Stored data:
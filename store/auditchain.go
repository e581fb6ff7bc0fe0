package store

import (
	"bytes"
	"context"
	"crypto/sha256"
	"encoding/hex"
	"fmt"
	"strconv"
	"time"

	"github.com/jackc/pgx/v5"
)

// The audit chain: the database's insert trigger (migration 007) sets each
// row's prev_hash to the previous row's hash and hash to
// SHA-256(prev_hash || canonical content). The canonical form below is the
// same one, written again outside the database, so that verifying does not
// trust the database's own function.

// genesisHash is the prev_hash of the first row.
var genesisHash = make([]byte, sha256.Size)

// auditField encodes one field: "-" for NULL, else byte length, ':' and text.
func auditField(b *bytes.Buffer, v *string) {
	if v == nil {
		b.WriteByte('-')
		return
	}
	b.WriteString(strconv.Itoa(len(*v)))
	b.WriteByte(':')
	b.WriteString(*v)
}

// auditRowText is an audit row's columns as the canonical form reads them
// (jsonb and uuid columns as PostgreSQL prints them).
type auditRowText struct {
	ID                                                    int64
	At                                                    time.Time
	Actor                                                 *string
	ActorName, RequestID, Method, Route, Entity, EntityID string
	Before, After                                         *string
	ClientRequestID                                       *string
	PrevHash, Hash                                        []byte
}

// canonical is the row's content in the chain's canonical form.
func (r *auditRowText) canonical() []byte {
	var b bytes.Buffer
	str := func(s string) *string { return &s }
	auditField(&b, str(strconv.FormatInt(r.ID, 10)))
	// timestamptz has microsecond resolution; the form names UTC.
	auditField(&b, str(r.At.UTC().Format("2006-01-02T15:04:05.000000Z")))
	auditField(&b, r.Actor)
	for _, s := range []string{r.ActorName, r.RequestID, r.Method, r.Route, r.Entity, r.EntityID} {
		auditField(&b, str(s))
	}
	auditField(&b, r.Before)
	auditField(&b, r.After)
	if r.ClientRequestID != nil { // only when set: older rows keep their form (migration 008)
		auditField(&b, r.ClientRequestID)
	}
	return b.Bytes()
}

// chainHash is SHA-256(prev || content).
func chainHash(prev, content []byte) []byte {
	h := sha256.New()
	h.Write(prev)
	h.Write(content)
	return h.Sum(nil)
}

// AuditFault is the first row of the chain that fails, and why.
type AuditFault struct {
	ID     int64  `json:"id"`
	Reason string `json:"reason"`
}

// AuditCheck is the result of walking the audit chain.
type AuditCheck struct {
	Rows  int64       `json:"rows"`
	Head  string      `json:"head"` // hex hash of the last row ("" when empty)
	Fault *AuditFault `json:"fault"`
}

// VerifyOptions tune a chain walk.
type VerifyOptions struct {
	// Anchor is a head hash recorded earlier (hex); the walk fails unless a
	// row still carries it, which catches rows removed from the end.
	Anchor string
	// Progress, when set, is told the rows checked every 10,000 rows.
	Progress func(rows int64)
}

const auditTextCols = `id, at, actor::text, actor_name, request_id, method, route, entity, entity_id,
	before::text, after::text, client_request_id, prev_hash, hash`

func scanAuditText(r pgx.Row, a *auditRowText) error {
	return r.Scan(&a.ID, &a.At, &a.Actor, &a.ActorName, &a.RequestID, &a.Method, &a.Route, &a.Entity,
		&a.EntityID, &a.Before, &a.After, &a.ClientRequestID, &a.PrevHash, &a.Hash)
}

// VerifyAudit walks the whole audit log in id order, recomputing every hash,
// and stops at the first row that fails: content changed (hash differs),
// a row removed or reordered (prev_hash differs from the previous row's
// hash), or a head anchor no longer found. It reads one consistent snapshot
// and streams the rows, so memory stays flat however long the log.
func (db *DB) VerifyAudit(ctx context.Context, o VerifyOptions) (*AuditCheck, error) {
	var anchor []byte
	if o.Anchor != "" {
		var err error
		if anchor, err = hex.DecodeString(o.Anchor); err != nil || len(anchor) != sha256.Size {
			return nil, fmt.Errorf("anchor %q is not a hex SHA-256", o.Anchor)
		}
	}
	tx, err := db.pool.BeginTx(ctx, pgx.TxOptions{IsoLevel: pgx.RepeatableRead, AccessMode: pgx.ReadOnly})
	if err != nil {
		return nil, translate(err)
	}
	defer tx.Rollback(ctx)
	rows, err := tx.Query(ctx, `SELECT `+auditTextCols+` FROM audit_log ORDER BY id`)
	if err != nil {
		return nil, translate(err)
	}
	defer rows.Close()
	res := &AuditCheck{}
	prev := genesisHash
	anchorFound := false
	var r auditRowText
	for rows.Next() {
		if err := scanAuditText(rows, &r); err != nil {
			return nil, translate(err)
		}
		res.Rows++
		switch {
		case !bytes.Equal(r.PrevHash, prev):
			what := "the previous row's hash"
			if res.Rows == 1 {
				what = "the chain's start"
			}
			res.Fault = &AuditFault{ID: r.ID, Reason: "prev_hash does not match " + what + ": a row before it was removed, inserted or rewritten"}
		case !bytes.Equal(chainHash(r.PrevHash, r.canonical()), r.Hash):
			res.Fault = &AuditFault{ID: r.ID, Reason: "content does not match its hash: the row was changed"}
		}
		if res.Fault != nil {
			return res, nil
		}
		if anchor != nil && bytes.Equal(r.Hash, anchor) {
			anchorFound = true
		}
		prev = r.Hash
		if o.Progress != nil && res.Rows%10000 == 0 {
			o.Progress(res.Rows)
		}
	}
	if err := rows.Err(); err != nil {
		return nil, translate(err)
	}
	if res.Rows > 0 {
		res.Head = hex.EncodeToString(prev)
	}
	if anchor != nil && !anchorFound {
		res.Fault = &AuditFault{ID: 0, Reason: "no row carries the anchor " + o.Anchor + ": rows were removed from the end or rewritten"}
	}
	return res, nil
}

**WORK INSTRUCTIONS**
From the line that has "type AuditCheck struct" through the line that has "if err := scanAuditText(rows, &r);", copy every line exactly as it appears above, and leave out all others.

**PROBLEM SOLUTION**
type AuditCheck struct {
	Rows  int64       `json:"rows"`
	Head  string      `json:"head"` // hex hash of the last row ("" when empty)
	Fault *AuditFault `json:"fault"`
}

// VerifyOptions tune a chain walk.
type VerifyOptions struct {
	// Anchor is a head hash recorded earlier (hex); the walk fails unless a
	// row still carries it, which catches rows removed from the end.
	Anchor string
	// Progress, when set, is told the rows checked every 10,000 rows.
	Progress func(rows int64)
}

const auditTextCols = `id, at, actor::text, actor_name, request_id, method, route, entity, entity_id,
	before::text, after::text, client_request_id, prev_hash, hash`

func scanAuditText(r pgx.Row, a *auditRowText) error {
	return r.Scan(&a.ID, &a.At, &a.Actor, &a.ActorName, &a.RequestID, &a.Method, &a.Route, &a.Entity,
		&a.EntityID, &a.Before, &a.After, &a.ClientRequestID, &a.PrevHash, &a.Hash)
}

// VerifyAudit walks the whole audit log in id order, recomputing every hash,
// and stops at the first row that fails: content changed (hash differs),
// a row removed or reordered (prev_hash differs from the previous row's
// hash), or a head anchor no longer found. It reads one consistent snapshot
// and streams the rows, so memory stays flat however long the log.
func (db *DB) VerifyAudit(ctx context.Context, o VerifyOptions) (*AuditCheck, error) {
	var anchor []byte
	if o.Anchor != "" {
		var err error
		if anchor, err = hex.DecodeString(o.Anchor); err != nil || len(anchor) != sha256.Size {
			return nil, fmt.Errorf("anchor %q is not a hex SHA-256", o.Anchor)
		}
	}
	tx, err := db.pool.BeginTx(ctx, pgx.TxOptions{IsoLevel: pgx.RepeatableRead, AccessMode: pgx.ReadOnly})
	if err != nil {
		return nil, translate(err)
	}
	defer tx.Rollback(ctx)
	rows, err := tx.Query(ctx, `SELECT `+auditTextCols+` FROM audit_log ORDER BY id`)
	if err != nil {
		return nil, translate(err)
	}
	defer rows.Close()
	res := &AuditCheck{}
	prev := genesisHash
	anchorFound := false
	var r auditRowText
	for rows.Next() {
		if err := scanAuditText(rows, &r); err != nil {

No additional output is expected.